2. The aforementioned progress monitoring unit, Track each member's task progress in real time. The system according to feature 1.
3. The aforementioned delay risk notification unit, Immediately notify of delay risks if task progress is behind schedule. The system according to feature 1.
4. The aforementioned adjustment proposal unit, It analyzes task dependencies and proposes the optimal task assignment. The system according to feature 1.
5. The aforementioned output generation unit, Generates a report that automatically summarizes the project's progress and deliverables. The system according to feature 1.
6. The aforementioned progress monitoring unit, It estimates the user's emotions and adjusts the frequency of progress monitoring based on the estimated user emotions. The system according to feature 1.

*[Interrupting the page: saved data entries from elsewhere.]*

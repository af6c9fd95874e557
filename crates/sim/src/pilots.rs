//! The controllers flown: the energy law (lawsmith's generated law, run by the codegen
//! interpreter that equals the emitted Rust bit for bit), successive-loop PID and LQR with
//! integral action.
//!
//! The energy law reads the spec's names: states `h` (altitude) and `va` (airspeed),
//! references `h_r`, `va_r` with rates `hdot_r`, `vadot_r`, signals `drag` and `alpha`, and
//! commands `pitch_cmd` (pitch attitude, to the inner loop) and `thrust_cmd` (N, mapped to
//! throttle through the propulsion model). The guidance filters of the spec produce the
//! references for all three controllers, so they chase the same trajectory.

use crate::airframe::{Airframe, Controls};
use crate::atmosphere::at_altitude;
use crate::linear::{linearise, lqr, Trim};
use crate::scenario::{Estimates, LqrTuning, PidTuning, PitchTuning};
use lawsmith_codegen::Controller;
use nalgebra::{DMatrix, DVector};

/// What the controllers see each step.
#[derive(Clone, Copy, Debug, Default, PartialEq)]
pub struct Measured {
    /// Altitude, m.
    pub h: f64,
    /// Climb rate, m/s.
    pub hdot: f64,
    /// Airspeed, m/s.
    pub va: f64,
    /// Pitch attitude, rad.
    pub theta: f64,
    /// Pitch rate, rad/s.
    pub q: f64,
    /// Angle of attack, rad (true; the estimate adds its bias).
    pub alpha: f64,
    /// Body velocities (u, w), m/s, for the LQR's state.
    pub uw: (f64, f64),
}

/// The guidance references.
#[derive(Clone, Copy, Debug, Default, PartialEq)]
pub struct References {
    /// Altitude reference, m.
    pub h: f64,
    /// Its rate, m/s.
    pub hdot: f64,
    /// Airspeed reference, m/s.
    pub va: f64,
    /// Its rate, m/s².
    pub vadot: f64,
}

/// What a controller did in one step, besides the controls.
#[derive(Clone, Copy, Debug, PartialEq)]
pub struct Notes {
    /// The energy law's domain flag.
    pub domain: bool,
    /// The energy law's limit bits.
    pub limits: u32,
    /// The law's estimate of the relative drag error (a controller state that estimates it),
    /// NaN for a law without one.
    pub drag_error_estimate: f64,
    /// The drag the law was told, N (NaN for a controller that is told none).
    pub drag_estimate: f64,
}

impl Default for Notes {
    fn default() -> Self {
        Notes {
            domain: false,
            limits: 0,
            drag_error_estimate: f64::NAN,
            drag_estimate: f64::NAN,
        }
    }
}

/// A controller of the simulation.
pub trait Pilot {
    /// Its name in reports.
    fn name(&self) -> &str;
    /// The controls for one step of `dt` seconds.
    fn step(&mut self, m: &Measured, r: &References, dt: f64) -> (Controls, Notes);
}

/// Pitch-attitude hold on the elevator (PI with rate damping, anti-windup by freezing the
/// integrator while the elevator is saturated).
#[derive(Clone, Debug)]
pub struct PitchLoop {
    t: PitchTuning,
    trim_elevator: f64,
    limit: f64,
    integral: f64,
}

impl PitchLoop {
    /// The loop about a trim.
    pub fn new(t: PitchTuning, trim_elevator: f64, limit: f64) -> PitchLoop {
        PitchLoop {
            t,
            trim_elevator,
            limit,
            integral: 0.0,
        }
    }

    /// The elevator command for a pitch command.
    pub fn elevator(&mut self, theta_cmd: f64, m: &Measured, dt: f64) -> f64 {
        // positive elevator pitches the nose down (Cm_δe < 0)
        let e = theta_cmd - m.theta;
        let raw =
            self.trim_elevator - self.t.k_theta * e + self.t.k_q * m.q - self.t.k_i * self.integral;
        let saturated = raw.abs() >= self.limit;
        let pushes_out = (raw - self.trim_elevator) * (-e) > 0.0;
        if !(saturated && pushes_out) {
            self.integral += e * dt;
        }
        raw.clamp(-self.limit, self.limit)
    }
}

/// The energy law of a spec.
pub struct EnergyPilot {
    name: String,
    law: Controller,
    /// The controller states, carried from step to step.
    memory: Vec<f64>,
    /// The controller state that estimates the relative drag error, if one does.
    drag_error_state: Option<usize>,
    gains: Vec<f64>,
    slots: Vec<usize>,
    pitch_out: usize,
    thrust_out: usize,
    model: Airframe,
    estimates: Estimates,
    pitch: PitchLoop,
    ws: lawsmith_codegen::Workspace,
    inputs: Vec<f64>,
    memory_before: Vec<f64>,
    last: Option<lawsmith_codegen::StepOutput>,
    /// In single precision: the law's state and buffers in f32 (the f64 ones mirror them).
    single: Option<Single>,
}

/// The energy law computing in f32, as its f32 code does.
struct Single {
    memory: Vec<f32>,
    gains: Vec<f32>,
    inputs: Vec<f32>,
    ws: lawsmith_codegen::Workspace<f32>,
}

/// The spec names the energy pilot reads, in the order of its slots.
pub const ENERGY_INPUTS: [&str; 8] = [
    "h", "va", "h_r", "va_r", "hdot_r", "vadot_r", "drag", "alpha",
];

impl EnergyPilot {
    /// The pilot `name` for a spec's controller with these gains (in the spec's gain order);
    /// `drag_error_state` is the controller state that estimates the relative drag error.
    pub fn new(
        name: &str,
        drag_error_state: Option<usize>,
        law: Controller,
        gains: Vec<f64>,
        model: Airframe,
        estimates: Estimates,
        pitch: PitchLoop,
    ) -> Result<EnergyPilot, String> {
        let names = law.input_names();
        let mut slots = vec![usize::MAX; names.len()];
        for (i, n) in names.iter().enumerate() {
            let k = ENERGY_INPUTS.iter().position(|e| e == n).ok_or_else(|| {
                format!(
                    "the simulation does not know the spec's input `{n}` (it provides {})",
                    ENERGY_INPUTS.join(", ")
                )
            })?;
            slots[i] = k;
        }
        let out = |n: &str| {
            law.actuators
                .iter()
                .position(|a| a.name == n)
                .ok_or_else(|| {
                    format!("the spec has no actuator `{n}`, which the simulation flies")
                })
        };
        let pitch_out = out("pitch_cmd")?;
        let thrust_out = out("thrust_cmd")?;
        Ok(EnergyPilot {
            name: name.to_string(),
            memory: law.start_memory(),
            drag_error_state,
            law,
            gains,
            slots,
            pitch_out,
            thrust_out,
            model,
            estimates,
            pitch,
            ws: lawsmith_codegen::Workspace::default(),
            inputs: Vec::new(),
            memory_before: Vec::new(),
            last: None,
            single: None,
        })
    }

    /// The pilot computing its law in single precision, as the f32 code does: inputs,
    /// gains and controller states rounded to f32, every operation in f32.
    pub fn in_single_precision(mut self) -> EnergyPilot {
        let single = |v: &[f64]| v.iter().map(|&x| x as f32).collect::<Vec<f32>>();
        self.single = Some(Single {
            memory: self.law.start_memory(),
            gains: single(&self.gains),
            inputs: Vec::new(),
            ws: lawsmith_codegen::Workspace::default(),
        });
        self.memory = self
            .law
            .start_memory::<f32>()
            .iter()
            .map(|&x| f64::from(x))
            .collect();
        self
    }

    /// The law's inputs of the last step, in the spec's input order.
    pub fn last_inputs(&self) -> &[f64] {
        &self.inputs
    }

    /// The controller states after the last step (before it: see [`EnergyPilot::last_memory`]).
    pub fn memory(&self) -> &[f64] {
        &self.memory
    }

    /// The controller states the last step started from.
    pub fn last_memory(&self) -> &[f64] {
        &self.memory_before
    }

    /// What the law computed in the last step.
    pub fn last_output(&self) -> Option<&lawsmith_codegen::StepOutput> {
        self.last.as_ref()
    }

    /// The gains it flies.
    pub fn gains(&self) -> &[f64] {
        &self.gains
    }

    /// The generated law it flies.
    pub fn law(&self) -> &Controller {
        &self.law
    }

    /// The drag the law is told: the model's polar at the estimated α, times the estimate's
    /// factor.
    fn drag_estimate(&self, m: &Measured, alpha: f64) -> f64 {
        let rho = at_altitude(m.h).density;
        let qbar = 0.5 * rho * m.va * m.va;
        let cl = self.model.cl0 + self.model.cl_alpha * alpha;
        self.estimates.drag * qbar * self.model.area * self.model.cd(cl)
    }
}

impl Pilot for EnergyPilot {
    fn name(&self) -> &str {
        &self.name
    }

    fn step(&mut self, m: &Measured, r: &References, dt: f64) -> (Controls, Notes) {
        let alpha = m.alpha + self.estimates.alpha_bias;
        let drag = self.drag_estimate(m, alpha);
        let values = [m.h, m.va, r.h, r.va, r.hdot, r.vadot, drag, alpha];
        self.inputs.clear();
        self.inputs.extend(self.slots.iter().map(|&k| values[k]));
        self.memory_before.clone_from(&self.memory);
        let out = match &mut self.single {
            None => self.law.run_in(
                &self.inputs,
                &self.gains,
                &mut self.memory,
                dt,
                &mut self.ws,
            ),
            Some(f) => {
                f.inputs.clear();
                f.inputs.extend(self.inputs.iter().map(|&x| x as f32));
                let o = self
                    .law
                    .run_in(&f.inputs, &f.gains, &mut f.memory, dt as f32, &mut f.ws);
                self.memory.clear();
                self.memory.extend(f.memory.iter().map(|&x| f64::from(x)));
                o.map(f64::from)
            }
        };
        let theta_cmd = out.commands[self.pitch_out];
        let thrust = out.commands[self.thrust_out];
        let per_throttle = self.estimates.thrust * self.model.thrust(1.0, m.va);
        let throttle = if per_throttle > 0.0 {
            // the model inverted is off by the bias: the aircraft gets `thrust + bias`
            ((thrust + self.estimates.thrust_bias) / per_throttle).clamp(0.0, 1.0)
        } else {
            1.0
        };
        let elevator = self.pitch.elevator(theta_cmd, m, dt);
        let notes = Notes {
            domain: out.domain,
            limits: out.limits,
            // what the state estimates at this step (the value the commands used)
            drag_error_estimate: self
                .drag_error_state
                .map_or(f64::NAN, |j| self.memory_before[j]),
            drag_estimate: drag,
        };
        self.last = Some(out);
        (Controls { elevator, throttle }, notes)
    }
}

/// Successive-loop PID: altitude through a pitch command, airspeed through throttle;
/// anti-windup by freezing each integrator while its output is saturated and the error
/// pushes further.
pub struct PidPilot {
    t: PidTuning,
    trim: Trim,
    pitch_limits: (f64, f64),
    ih: f64,
    iv: f64,
    pitch: PitchLoop,
}

impl PidPilot {
    /// The pilot about a trim, with the pitch command limited as the energy law's.
    pub fn new(t: PidTuning, trim: Trim, pitch_limits: (f64, f64), pitch: PitchLoop) -> PidPilot {
        PidPilot {
            t,
            trim,
            pitch_limits,
            ih: 0.0,
            iv: 0.0,
            pitch,
        }
    }
}

impl Pilot for PidPilot {
    fn name(&self) -> &str {
        "pid"
    }

    fn step(&mut self, m: &Measured, r: &References, dt: f64) -> (Controls, Notes) {
        let eh = r.h - m.h;
        let theta0 = self.trim.state.theta;
        let raw =
            theta0 + self.t.kp_h * eh + self.t.ki_h * self.ih + self.t.kd_h * (r.hdot - m.hdot);
        let theta_cmd = raw.clamp(self.pitch_limits.0, self.pitch_limits.1);
        if raw == theta_cmd || (raw > theta_cmd) != (eh > 0.0) {
            self.ih += eh * dt;
        }
        let ev = r.va - m.va;
        let raw_t = self.trim.controls.throttle + self.t.kp_v * ev + self.t.ki_v * self.iv;
        let throttle = raw_t.clamp(0.0, 1.0);
        if raw_t == throttle || (raw_t > throttle) != (ev > 0.0) {
            self.iv += ev * dt;
        }
        let elevator = self.pitch.elevator(theta_cmd, m, dt);
        (Controls { elevator, throttle }, Notes::default())
    }
}

/// LQR with integral action on the model linearised at the initial trim: state
/// (u, w, q, θ, h) about the trim moved to the reference, plus ∫(h − h_r) and ∫(V − V_r);
/// inputs elevator and throttle directly. Integrators freeze while an actuator saturates.
pub struct LqrPilot {
    k: DMatrix<f64>,
    trim: Trim,
    limits: (f64, f64),
    zh: f64,
    zv: f64,
}

impl LqrPilot {
    /// Designs the regulator.
    pub fn new(af: &Airframe, trim: Trim, t: &LqrTuning) -> Result<LqrPilot, String> {
        let (a, b) = linearise(af, &trim);
        let n = 7;
        let mut aa = DMatrix::zeros(n, n);
        aa.view_mut((0, 0), (5, 5)).copy_from(&a);
        // ż_h = h − h_r, ż_V = V − V_r with V ≈ (u₀·u + w₀·w)/V₀
        let (u0, w0) = (trim.state.u, trim.state.w);
        let v0 = (u0 * u0 + w0 * w0).sqrt();
        aa[(5, 4)] = 1.0;
        aa[(6, 0)] = u0 / v0;
        aa[(6, 1)] = w0 / v0;
        let mut bb = DMatrix::zeros(n, 2);
        bb.view_mut((0, 0), (5, 2)).copy_from(&b);
        let bryson = |d: &[f64]| {
            DMatrix::from_diagonal(&DVector::from_iterator(
                d.len(),
                d.iter().map(|x| 1.0 / (x * x)),
            ))
        };
        let k = lqr(&aa, &bb, &bryson(&t.states), &bryson(&t.inputs)).map_err(|e| e.0)?;
        Ok(LqrPilot {
            k,
            trim,
            limits: (af.elevator_limit, 1.0),
            zh: 0.0,
            zv: 0.0,
        })
    }
}

impl Pilot for LqrPilot {
    fn name(&self) -> &str {
        "lqr"
    }

    fn step(&mut self, m: &Measured, r: &References, dt: f64) -> (Controls, Notes) {
        let s = self.trim.state;
        let v0 = (s.u * s.u + s.w * s.w).sqrt();
        let alpha0 = self.trim.alpha;
        // the trim moved to the reference airspeed along the trim's angle of attack
        let u_ref = s.u + (r.va - v0) * alpha0.cos();
        let w_ref = s.w + (r.va - v0) * alpha0.sin();
        let x = DVector::from_row_slice(&[
            m.uw.0 - u_ref,
            m.uw.1 - w_ref,
            m.q,
            m.theta - s.theta,
            m.h - r.h,
            self.zh,
            self.zv,
        ]);
        let du = -(&self.k * x);
        let raw_e = self.trim.controls.elevator + du[0];
        let raw_t = self.trim.controls.throttle + du[1];
        let elevator = raw_e.clamp(-self.limits.0, self.limits.0);
        let throttle = raw_t.clamp(0.0, self.limits.1);
        if elevator == raw_e && throttle == raw_t {
            self.zh += (m.h - r.h) * dt;
            self.zv += (m.va - r.va) * dt;
        }
        (Controls { elevator, throttle }, Notes::default())
    }
}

7. The aforementioned progress monitoring unit, Analyze each member's past task progress data to improve the accuracy of progress monitoring. The system according to feature 1.
8. The aforementioned progress monitoring unit, Adjust the level of detail in progress monitoring according to the importance of the project. The system according to feature 1.
9. The aforementioned progress monitoring unit, It estimates the user's emotions and adjusts how progress monitoring is displayed based on those estimated emotions. The system according to feature 1.
10. The aforementioned progress monitoring unit, Prioritize progress monitoring by considering each member's geographical location. The system according to feature 1.